To establish the prevalence of coeliac disease in the general population and in specific conditions, such as irritable bowel syndrome, iron deficiency anaemia, fatigue and other coeliac-related conditions.

METHODS:

Primary-care-based cross-sectional study using immunoglobulins, IgA/IgG antigliadin antibodies and endomysial antibodies to initially recognize coeliac disease. A total of 1200 volunteers were recruited from January 1999 to June 2001 from five general practices in South Yorkshire, UK. Any participant with a positive IgA antigliadin antibody, positive endomysial antibody, or only IgG antigliadin antibody in the presence of IgA deficiency was offered a small-bowel biopsy to confirm the diagnosis of coeliac disease.

RESULTS:

Twelve new cases of coeliac disease were diagnosed from 1200 samples. The prevalence of coeliac disease in this primary care population sample is 1% (95% CI 0.4-1.3%).

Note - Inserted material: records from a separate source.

/// Largest |J - J_ref| / max(1, |J_ref|) over `states` random states.
fn worst_error(owned: &OwnedModel, rng: &mut XorShift64Star, substeps: u16, states: usize) -> f64 {
    let blob = owned.blob().unwrap();
    let model: Model<'_, 8, 128> = Model::from_bytes(&blob).expect("fixture parses");
    let n = owned.dof;
    let k = 2 * n;
    let it = Integrator {
        substeps,
        ..owned.integrator
    };
    let hs = (it.dt / substeps as f32) as f64;
    let m = owned
        .input
        .as_ref()
        .map(|v| v.0)
        .or(owned.input_net.as_ref().map(|v| v.0))
        .unwrap_or(0);
    let mut worst = 0.0f64;
    for _ in 0..states {
        let xs: Vec<f32> = (0..k).map(|_| rng.uniform(-1.0, 1.0) as f32).collect();
        let u: Vec<f32> = (0..m).map(|_| rng.uniform(-1.0, 1.0) as f32).collect();
        let mut x = State::<8>::new(&xs[..n], &xs[n..]).unwrap();
        let mut direct = x;
        let jac: [[f32; 16]; 16] = step_with_jacobian(&model, &it, &mut x, &u).expect("steps");
        // The observer's state is the integrator's own step, bit for bit.
        it.step_driven(&model, &mut direct, &u).unwrap();
        assert_eq!(x, direct, "state differs from Integrator::step_driven");
        for j in 0..k {
            let mut xd: Vec<Dual64> = xs.iter().map(|v| Dual64::from(*v as f64)).collect();
            xd[j].eps = 1.0;
            for _ in 0..substeps {
                xd = step_ref(owned, it.method, &xd, &u, hs);
            }
            for i in 0..k {
                let r = xd[i].eps;
                worst = worst.max((jac[i][j] as f64 - r).abs() / r.abs().max(1.0));
            }
        }
    }
    worst
}

const KINDS: [(Precision, Activation); 2] = [
    (Precision::F32, Activation::Tanh),
    (Precision::Int8, Activation::Softplus),
];

fn report(label: &str, worst: f64, limit: f64) {
    println!("{label}: max rel. Jacobian error vs num-dual {worst:.2e}");
    assert!(
        worst < limit,
        "{label}: Jacobian differs from num-dual by {worst:e}"
    );
}

// Tolerances: measured worst 2.4e-7 (explicit methods: f32 through two
// network passes) and 3.7e-6 (implicit methods: plus the fixed-point
// tolerance 1e-6 in x1 and the discrete gradient's correction, whose f32
// residual carries eps |H| / |d|^2 round-off); limits about 5x above. With
// the reference fading the correction as the runtime does (`faded`), the
// discrete gradient's worst is 5.9e-7.
const EXPLICIT: f64 = 2e-6;
const IMPLICIT: f64 = 2e-5;

#[test]
fn separable_models_every_method() {
    let mut rng = XorShift64Star(0x0b5e_0001);
    for (precision, act) in KINDS {
        for method in [
            Method::StormerVerlet,
            Method::Yoshida4,
            Method::Rk4,
            Method::ImplicitMidpoint,
            Method::DiscreteGradient,
        ] {
            let owned = separable(&mut rng, 2, &[8, 8], act, precision, method, 0.05);
            let limit = if method.needs_separable() || method == Method::Rk4 {
                EXPLICIT
            } else {
                IMPLICIT
            };
            let label = format!("separable {precision:?} {act:?} {method:?}");
            report(&label, worst_error(&owned, &mut rng, 1, 4), limit);
        }
    }
}

#[test]
fn network_kinetic_and_substeps() {
    let mut rng = XorShift64Star(0x0b5e_0002);
    for (precision, act) in KINDS {
        for method in [Method::StormerVerlet, Method::Yoshida4] {
            let potential = OwnedMlp::random(&mut rng, &[2, 8, 1], act, precision);
            let kinetic =
                OwnedKinetic::Network(OwnedMlp::random(&mut rng, &[2, 8, 1], act, precision));
            let owned = random_model(
                2,
                OwnedEnergy::Separable { potential, kinetic },
                Integrator::new(method, 0.05),
                &mut rng,
            );
            let label = format!("network kinetic {precision:?} {act:?} {method:?}, 3 substeps");
            report(&label, worst_error(&owned, &mut rng, 3, 3), EXPLICIT);
        }
    }
}

#[test]
fn general_models_every_method() {
    let mut rng = XorShift64Star(0x0b5e_0003);
    for (precision, act) in KINDS {
        for method in [
            Method::Rk4,
            Method::ImplicitMidpoint,
            Method::DiscreteGradient,
        ] {
            let owned = general(&mut rng, 2, &[8, 8], act, precision, method, 0.05);
            let limit = if method == Method::Rk4 {
                EXPLICIT
            } else {
                IMPLICIT
            };
            let label = format!("general {precision:?} {act:?} {method:?}");
            report(&label, worst_error(&owned, &mut rng, 1, 4), limit);
        }
    }
}

#[test]
fn port_models_constant_and_network_terms() {
    let mut rng = XorShift64Star(0x0b5e_0004);
    for (precision, act) in KINDS {
        for method in [
            Method::Rk4,
            Method::ImplicitMidpoint,
            Method::DiscreteGradient,
        ] {
            let limit = if method == Method::Rk4 {
                EXPLICIT
            } else {
                IMPLICIT
            };
            let owned = separable(&mut rng, 2, &[8], act, precision, method, 0.05)
                .with_port(&mut rng, 0.3, 1);
            let label = format!("constant R, G {precision:?} {act:?} {method:?}");
            report(&label, worst_error(&owned, &mut rng, 1, 4), limit);
            let owned = general(&mut rng, 2, &[8], act, precision, method, 0.05)
                .with_port_networks(&mut rng, 0.5, 1, 6, precision);
            let label = format!("network R(q), G(q) {precision:?} {act:?} {method:?}");
            report(&label, worst_error(&owned, &mut rng, 1, 4), limit);
        }
    }
}

#[test]
fn mechanical_models_every_method_they_take() {
    let mut rng = XorShift64Star(0x0b5e_0006);
    for (precision, act) in KINDS {
        for method in [
            Method::Rk4,
            Method::ImplicitMidpoint,
            Method::DiscreteGradient,
        ] {
            let limit = if method == Method::Rk4 {
                EXPLICIT
            } else {
                IMPLICIT
            };
            for floor in [0.0, 0.05] {
                let owned = mechanical(&mut rng, 2, &[8], act, precision, method, 0.05, floor);
                let label = format!("mechanical {precision:?} {act:?} {method:?} eps {floor}");
                report(&label, worst_error(&owned, &mut rng, 1, 4), limit);
            }
        }
    }
}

The prevalence of coeliac disease was 3.3% (4/123) in participants with irritable bowel syndrome, 4.7% (3/64) in participants with iron deficiency anaemia, and 3.3% (3/92) in participants with fatigue.

CONCLUSIONS:

This study describes the prevalence of undiagnosed adult coeliac disease in primary care patients with irritable bowel syndrome, iron deficiency anaemia and fatigue. Underdiagnosis of coeliac disease is common in primary care. A case-finding approach would avoid delays in diagnosis and the associated morbidity or potential complications of coeliac disease. A low threshold for serological screening of patients with coeliac-associated symptoms or conditions would be an optimal strategy.